§ **Work item**
Report every line from the following entries that contains the string "second".

....................

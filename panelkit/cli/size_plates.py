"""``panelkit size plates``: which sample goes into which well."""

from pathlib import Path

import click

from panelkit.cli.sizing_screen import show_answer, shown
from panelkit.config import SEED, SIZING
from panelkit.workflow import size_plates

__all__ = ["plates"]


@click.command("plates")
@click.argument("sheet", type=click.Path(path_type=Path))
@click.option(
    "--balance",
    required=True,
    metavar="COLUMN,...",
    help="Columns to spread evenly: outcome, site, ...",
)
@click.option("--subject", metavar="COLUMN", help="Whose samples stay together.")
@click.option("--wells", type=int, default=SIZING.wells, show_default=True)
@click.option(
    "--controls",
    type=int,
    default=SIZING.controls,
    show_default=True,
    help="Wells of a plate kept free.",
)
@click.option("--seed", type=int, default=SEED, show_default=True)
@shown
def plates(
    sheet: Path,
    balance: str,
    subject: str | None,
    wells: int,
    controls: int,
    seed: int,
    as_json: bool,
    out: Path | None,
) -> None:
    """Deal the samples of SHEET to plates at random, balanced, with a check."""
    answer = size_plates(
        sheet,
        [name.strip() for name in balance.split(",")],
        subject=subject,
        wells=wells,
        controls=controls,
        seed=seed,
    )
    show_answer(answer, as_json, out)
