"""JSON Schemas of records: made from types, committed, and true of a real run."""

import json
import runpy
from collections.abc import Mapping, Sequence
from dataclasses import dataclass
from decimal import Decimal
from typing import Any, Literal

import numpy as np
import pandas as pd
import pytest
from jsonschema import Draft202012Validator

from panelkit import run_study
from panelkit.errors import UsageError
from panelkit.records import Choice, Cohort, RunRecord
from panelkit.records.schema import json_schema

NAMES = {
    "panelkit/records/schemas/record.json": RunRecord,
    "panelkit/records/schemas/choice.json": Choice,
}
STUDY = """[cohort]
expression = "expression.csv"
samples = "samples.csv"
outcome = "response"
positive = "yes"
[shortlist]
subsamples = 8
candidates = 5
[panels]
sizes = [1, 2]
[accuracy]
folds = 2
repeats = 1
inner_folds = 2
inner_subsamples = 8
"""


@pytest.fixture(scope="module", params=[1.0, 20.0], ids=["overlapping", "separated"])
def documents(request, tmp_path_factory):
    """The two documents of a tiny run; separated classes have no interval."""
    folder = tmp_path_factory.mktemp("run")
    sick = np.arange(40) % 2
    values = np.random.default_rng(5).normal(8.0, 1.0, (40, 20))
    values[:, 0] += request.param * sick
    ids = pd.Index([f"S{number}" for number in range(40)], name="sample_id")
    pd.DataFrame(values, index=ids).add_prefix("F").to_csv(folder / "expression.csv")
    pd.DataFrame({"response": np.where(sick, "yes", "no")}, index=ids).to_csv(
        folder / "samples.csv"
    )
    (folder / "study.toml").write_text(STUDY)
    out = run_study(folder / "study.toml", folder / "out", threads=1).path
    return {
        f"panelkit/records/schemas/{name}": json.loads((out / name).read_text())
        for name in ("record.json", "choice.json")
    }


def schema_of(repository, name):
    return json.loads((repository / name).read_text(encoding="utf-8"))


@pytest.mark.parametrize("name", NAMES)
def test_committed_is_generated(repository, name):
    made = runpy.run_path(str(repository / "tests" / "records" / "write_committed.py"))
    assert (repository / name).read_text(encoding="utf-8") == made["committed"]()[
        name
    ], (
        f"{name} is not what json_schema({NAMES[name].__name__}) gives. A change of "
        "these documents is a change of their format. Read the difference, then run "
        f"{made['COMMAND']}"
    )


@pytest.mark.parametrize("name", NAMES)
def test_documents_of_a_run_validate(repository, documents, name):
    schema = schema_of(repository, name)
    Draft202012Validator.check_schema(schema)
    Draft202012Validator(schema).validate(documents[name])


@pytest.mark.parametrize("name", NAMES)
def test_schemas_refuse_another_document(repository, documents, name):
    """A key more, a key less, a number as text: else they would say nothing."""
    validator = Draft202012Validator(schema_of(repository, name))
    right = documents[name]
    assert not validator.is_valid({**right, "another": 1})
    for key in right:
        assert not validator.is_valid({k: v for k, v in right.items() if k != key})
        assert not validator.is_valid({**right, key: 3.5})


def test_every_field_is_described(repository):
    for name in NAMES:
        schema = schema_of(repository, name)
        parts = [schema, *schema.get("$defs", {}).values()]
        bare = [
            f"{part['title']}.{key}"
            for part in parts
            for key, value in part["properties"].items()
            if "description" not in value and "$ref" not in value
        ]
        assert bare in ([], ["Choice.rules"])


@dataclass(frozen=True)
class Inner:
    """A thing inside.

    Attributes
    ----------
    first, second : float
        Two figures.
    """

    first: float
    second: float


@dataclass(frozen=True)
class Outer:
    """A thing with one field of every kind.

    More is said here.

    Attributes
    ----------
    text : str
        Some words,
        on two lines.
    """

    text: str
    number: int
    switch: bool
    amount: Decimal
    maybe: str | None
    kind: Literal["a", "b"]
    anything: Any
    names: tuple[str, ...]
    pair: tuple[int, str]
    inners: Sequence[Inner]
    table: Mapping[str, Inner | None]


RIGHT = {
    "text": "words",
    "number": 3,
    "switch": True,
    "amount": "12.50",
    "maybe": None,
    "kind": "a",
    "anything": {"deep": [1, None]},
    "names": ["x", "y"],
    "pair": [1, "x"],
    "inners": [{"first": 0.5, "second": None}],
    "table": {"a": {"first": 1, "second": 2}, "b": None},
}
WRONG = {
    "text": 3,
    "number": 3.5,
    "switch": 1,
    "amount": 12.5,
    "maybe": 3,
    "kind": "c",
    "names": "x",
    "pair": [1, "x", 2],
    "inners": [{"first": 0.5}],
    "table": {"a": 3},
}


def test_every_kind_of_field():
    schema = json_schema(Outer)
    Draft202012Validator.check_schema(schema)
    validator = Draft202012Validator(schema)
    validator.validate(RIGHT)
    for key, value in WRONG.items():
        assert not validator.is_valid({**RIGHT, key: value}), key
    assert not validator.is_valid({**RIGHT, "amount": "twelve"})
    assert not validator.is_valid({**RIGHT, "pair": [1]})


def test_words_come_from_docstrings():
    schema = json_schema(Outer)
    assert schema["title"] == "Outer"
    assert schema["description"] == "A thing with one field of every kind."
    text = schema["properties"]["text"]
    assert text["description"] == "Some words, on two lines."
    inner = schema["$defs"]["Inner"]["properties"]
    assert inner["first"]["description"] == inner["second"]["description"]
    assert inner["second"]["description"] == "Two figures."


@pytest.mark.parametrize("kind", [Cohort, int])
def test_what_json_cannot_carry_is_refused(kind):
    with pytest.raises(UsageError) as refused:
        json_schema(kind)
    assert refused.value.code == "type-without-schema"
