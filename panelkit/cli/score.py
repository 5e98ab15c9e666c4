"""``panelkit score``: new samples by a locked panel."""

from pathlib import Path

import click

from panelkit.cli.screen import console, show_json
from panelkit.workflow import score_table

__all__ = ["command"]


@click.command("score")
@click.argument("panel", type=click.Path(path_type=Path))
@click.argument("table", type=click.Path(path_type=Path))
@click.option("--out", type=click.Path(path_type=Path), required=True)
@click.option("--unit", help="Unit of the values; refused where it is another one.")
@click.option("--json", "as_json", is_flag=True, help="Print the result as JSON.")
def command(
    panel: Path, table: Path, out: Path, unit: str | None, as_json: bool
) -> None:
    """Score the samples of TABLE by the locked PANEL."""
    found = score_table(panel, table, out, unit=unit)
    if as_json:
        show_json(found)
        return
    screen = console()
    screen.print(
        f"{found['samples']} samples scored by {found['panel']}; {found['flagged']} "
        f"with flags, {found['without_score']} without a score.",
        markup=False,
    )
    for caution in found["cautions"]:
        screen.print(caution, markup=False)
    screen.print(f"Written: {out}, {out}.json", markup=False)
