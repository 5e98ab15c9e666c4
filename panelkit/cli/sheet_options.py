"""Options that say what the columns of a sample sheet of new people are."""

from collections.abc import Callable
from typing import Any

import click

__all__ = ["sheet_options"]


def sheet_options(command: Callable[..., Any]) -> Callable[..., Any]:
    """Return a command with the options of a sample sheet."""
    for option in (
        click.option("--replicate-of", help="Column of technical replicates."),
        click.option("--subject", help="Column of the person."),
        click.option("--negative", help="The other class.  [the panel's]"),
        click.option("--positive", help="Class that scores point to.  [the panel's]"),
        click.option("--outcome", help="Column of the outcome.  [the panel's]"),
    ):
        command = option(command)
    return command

....................

§ **Exercise answer**
    first, second : float
    second: float
    "inners": [{"first": 0.5, "second": None}],
    "table": {"a": {"first": 1, "second": 2}, "b": None},
    assert inner["first"]["description"] == inner["second"]["description"]
    assert inner["second"]["description"] == "Two figures."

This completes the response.